*** Begin section ***

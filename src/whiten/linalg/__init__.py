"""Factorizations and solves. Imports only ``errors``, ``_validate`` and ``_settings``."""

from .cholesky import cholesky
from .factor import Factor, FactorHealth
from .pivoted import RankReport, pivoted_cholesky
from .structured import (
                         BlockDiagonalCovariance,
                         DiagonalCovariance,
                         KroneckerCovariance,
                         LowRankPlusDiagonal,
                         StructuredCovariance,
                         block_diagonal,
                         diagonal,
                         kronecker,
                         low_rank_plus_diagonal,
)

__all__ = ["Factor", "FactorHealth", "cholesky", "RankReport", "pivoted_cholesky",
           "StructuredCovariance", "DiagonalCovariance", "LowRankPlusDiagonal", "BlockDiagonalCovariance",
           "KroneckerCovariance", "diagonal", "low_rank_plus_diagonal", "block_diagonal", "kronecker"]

*** End section ***

WHAT THIS TASK INVOLVES
Copy out each line from the listing that contains the string "KroneckerCovariance".

ANSWER TO THIS PROBLEM
                         KroneckerCovariance,
           "KroneckerCovariance", "diagonal", "low_rank_plus_diagonal", "block_diagonal", "kronecker"]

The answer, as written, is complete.